Présidentielle en Colombie

L'avocat de la « main de fer » De la Espriella remporte la présidentielle colombienne

Outsider soutenu par Donald Trump, Abelardo de la Espriella devance d'un souffle le sénateur progressiste Iván Cepeda, qui refuse de reconnaître sa défaite et conteste le décompte.

Par Léa Hoffmann · · 5 min de lecture

Une urne vide posée sur une table pliante dans un bureau de vote faiblement éclairé au crépuscule, un drapeau colombien plié à proximité.
Une urne dans un bureau de vote au crépuscule, à côté d'un drapeau colombien plié. Image d'illustration générée par intelligence artificielle. Illustration générée par IA — Status

Un avocat pénaliste partisan de la fermeté, qui n'a jamais exercé le moindre mandat électif, accède à la présidence de la Colombie. Au terme d'un second tour d'une étroitesse rare, Abelardo de la Espriella a devancé la gauche et fait pivoter vers la droite l'une des plus grandes démocraties d'Amérique latine, redéfinissant du même coup ses relations avec Washington et Caracas.

Selon le décompte préliminaire publié par la Registraduría, l'autorité électorale colombienne, alors qu'environ 99,9 % des bulletins étaient dépouillés, ce sortant des cercles politiques traditionnels, âgé de 47 ans et adoubé par le président américain Donald Trump, a recueilli près de 49,7 % des suffrages dans le scrutin du 21 juin. Le sénateur progressiste Iván Cepeda en a obtenu environ 48,7 %. L'écart est inférieur à un point de pourcentage — quelque 250 000 voix sur plus de 25 millions de bulletins exprimés, pour une participation avoisinant 64 %.

Avant toute proclamation officielle, c'est depuis Barranquilla, sur la côte caraïbe, que le vainqueur a revendiqué sa victoire devant ses partisans.

Je me présente devant vous ce soir pour annoncer la nouvelle la plus importante de ma vie : le peuple colombien m'a confié l'honneur suprême de le servir comme prochain président de la République de Colombie.
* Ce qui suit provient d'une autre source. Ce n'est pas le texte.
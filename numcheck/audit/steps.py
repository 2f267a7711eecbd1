"""Step functions (System A): a longitude advancing at a fixed rate per zone.

The ecliptic is divided into zones; in zone i the body advances w_i per line.
A step that crosses into zone j keeps its part up to the boundary, x, at the
old rate and converts the rest to the new one: Δλ = x + (w_i − x)·w_j/w_i
(schemes-and-slips.md §1.2, after Neugebauer, ACT 1955, and Aaboe 1958).
Two zones are fitted here (the lunar System A sun and Jupiter System A): the
two commonest differences are the rates, and each crossing line proposes a
boundary; the pair of boundaries that explains most lines exactly is kept.
"""

from __future__ import annotations

from collections import Counter
from fractions import Fraction

from ..reading import sexagesimal_text
from .schemes import Scheme, diffs, value_text

__all__ = ["StepScheme", "StepDifferenceScheme", "degrees_text"]


def degrees_text(v) -> str:
    """A longitude for display: whole degrees in decimal, fractions in sexagesimal.

    >>> degrees_text(Fraction(171, 2))
    '85;30°'
    """
    v = Fraction(v)
    whole = v.numerator // v.denominator
    frac = sexagesimal_text(v - whole)
    return f"{whole}{frac[1:] if frac != '0' else ''}°"

#: Lines used to choose the boundaries among the candidates (enough for a
#: few revolutions; the full table is then checked line by line).
_SAMPLE = 400


class StepScheme(Scheme):
    """A two-zone step function on a longitude (modulo 360°)."""

    kind = "step"

    def __init__(self, column, frame, fast, slow, b_fast, b_slow):
        super().__init__(column, frame)
        self.fast, self.slow = fast, slow          # rates, fast > slow
        self.b_fast, self.b_slow = b_fast, b_slow  # where each zone begins
        self.full = frame.modulus[column]

    def _zone(self, lam):
        """(rate, the boundary ahead, the rate beyond it) for a longitude."""
        span_fast = (self.b_slow - self.b_fast) % self.full
        if (lam - self.b_fast) % self.full < span_fast:
            return self.fast, self.b_slow, self.slow
        return self.slow, self.b_fast, self.fast

    def advance(self, lam):
        """The step from *lam*, with the boundary rule applied."""
        w, boundary, w2 = self._zone(lam)
        x = (boundary - lam) % self.full
        if 0 < x < w:
            return x + (w - x) * Fraction(w2) / w
        return w

    def step(self, state, i, src):
        return (self._clean((state[0] + self.advance(state[0])) % self.full), None)

    def back(self, state, i, src):
        lam2 = state[0]
        guesses = [(lam2 - self.fast) % self.full, (lam2 - self.slow) % self.full]
        for b, wi, wj in ((self.b_slow, self.fast, self.slow), (self.b_fast, self.slow, self.fast)):
            over = (lam2 - b) % self.full
            x = wi - over * Fraction(wi) / wj
            guesses.append((b - x) % self.full)
        for p in guesses:
            p = self._clean(p)
            if self.step((p, None), i, src)[0] == lam2:
                return (p, None)
        return None

    def special(self, prev, i, src, written):
        if prev is None:
            return None
        lam = prev[0]
        due = self.step(prev, i, src)[0]
        w, _, w2 = self._zone(lam)
        for rate in (w, w2):
            if written == self._clean((lam + rate) % self.full) != due:
                from ..slips import Diagnosis
                return Diagnosis("zone-boundary", "a zone boundary was crossed, but the step was "
                                                  "taken at a single zone's rate")
        return None

    @staticmethod
    def _clean(v):
        if isinstance(v, Fraction) and v.denominator == 1:
            return v.numerator
        return v

    def params(self):
        f = self.frame.fraction
        period = (Fraction(self.b_slow - self.b_fast) % self.full) / self.fast + \
            (Fraction(self.b_fast - self.b_slow) % self.full) / self.slow
        return {
            "zones": [
                {"from": _where(f(self.b_fast)), "to": _where(f(self.b_slow)),
                 "rate": value_text(f(self.fast))},
                {"from": _where(f(self.b_slow)), "to": _where(f(self.b_fast)),
                 "rate": value_text(f(self.slow))},
            ],
            "lines_per_revolution": value_text(period),
            "boundary_rule": "the part of a step beyond a boundary is converted by the ratio of the rates",
        }

    def describe(self):
        f = self.frame.fraction
        return (f"step function: {degrees_text(f(self.fast))} per line from "
                f"{degrees_text(f(self.b_fast))} to {degrees_text(f(self.b_slow))}, "
                f"{degrees_text(f(self.slow))} beyond")

    @classmethod
    def fit(cls, column, frame):
        full = frame.modulus.get(column)
        values = frame.written[column]
        if not full:
            return None
        pairs = diffs(values, full)
        if len(pairs) < 6:
            return None
        counts = Counter(d for _, d in pairs)
        common = counts.most_common(2)
        if len(common) < 2 or common[1][1] < 2 or common[0][1] + common[1][1] < len(pairs) // 2:
            return None
        fast, slow = max(common[0][0], common[1][0]), min(common[0][0], common[1][0])
        cand_slow: Counter = Counter()
        cand_fast: Counter = Counter()
        for i, dl in pairs[:_SAMPLE]:
            if not slow < dl < fast:
                continue
            lam = values[i - 1]
            x1 = Fraction(fast) * (dl - slow) / (fast - slow)       # fast zone into slow
            cand_slow[cls._clean((lam + x1) % full)] += 1
            x2 = Fraction(slow) * (fast - dl) / (fast - slow)       # slow zone into fast
            cand_fast[cls._clean((lam + x2) % full)] += 1
        if not cand_slow:
            return None
        best, best_support = None, 0.0
        sample = values[:_SAMPLE]
        from .schemes import support_chained
        for bs, _ in cand_slow.most_common(8):
            for bf, _ in cand_fast.most_common(8):
                if bs == bf:
                    continue
                scheme = cls(column, frame, fast, slow, bf, bs)
                s = support_chained(scheme, sample, None)
                if s > best_support:
                    best, best_support = scheme, s
        return best if best_support > 0.5 else None


def _where(longitude: Fraction) -> dict:
    """A boundary: exact degrees, and as the end of a sign (Scorpius 30 = 240°)."""
    from ..slips import write_value
    out = value_text(longitude)
    inside = longitude % 30
    if inside == 0:
        from ..units import ZODIAC
        out["sign"] = f"30 {ZODIAC[int(longitude // 30) - 1]}"
    else:
        out["sign"] = write_value(longitude, longitude=True)
    return out


class StepDifferenceScheme(Scheme):
    """The steps of a step-function longitude (e.g. the synodic arcs beside it)."""

    kind = "step"
    chained = False

    def __init__(self, column, frame, longitude: StepScheme):
        super().__init__(column, frame)
        self.longitude = longitude
        self.inputs = (longitude.column,)

    def expect(self, i, src):
        if i == 0:
            return None
        prev = src[self.longitude.column][i - 1]
        if prev is None:
            return None
        return self._clean(self.longitude.advance(prev))

    _clean = staticmethod(StepScheme._clean)

    def special(self, prev, i, src, written):
        return None

    def params(self):
        out = dict(self.longitude.params())
        out["of"] = self.longitude.column
        return out

    def describe(self):
        return f"steps of the step function of column {self.longitude.column}"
Un verdict sur le fil, contesté à la marge

Le second tour faisait suite au premier, le 31 mai, où De la Espriella était arrivé en tête avec environ 43,8 % des voix, contre 40,9 % pour Cepeda, devant la conservatrice Paloma Valencia et une douzaine d'autres candidats. Avec quelque 12,9 millions de bulletins au second tour, il est devenu le candidat le plus voté de l'histoire présidentielle colombienne, d'après les chiffres compilés à partir du décompte de la Registraduría.

Cepeda, lui, n'a pas reconnu sa défaite. Qualifiant le comptage préliminaire d'« officieux et non contraignant », il a annoncé que son camp contesterait les résultats dans quelque 33 000 bureaux de vote à travers le pays.

« Nous ne laisserons pas la démocratie être bafouée. »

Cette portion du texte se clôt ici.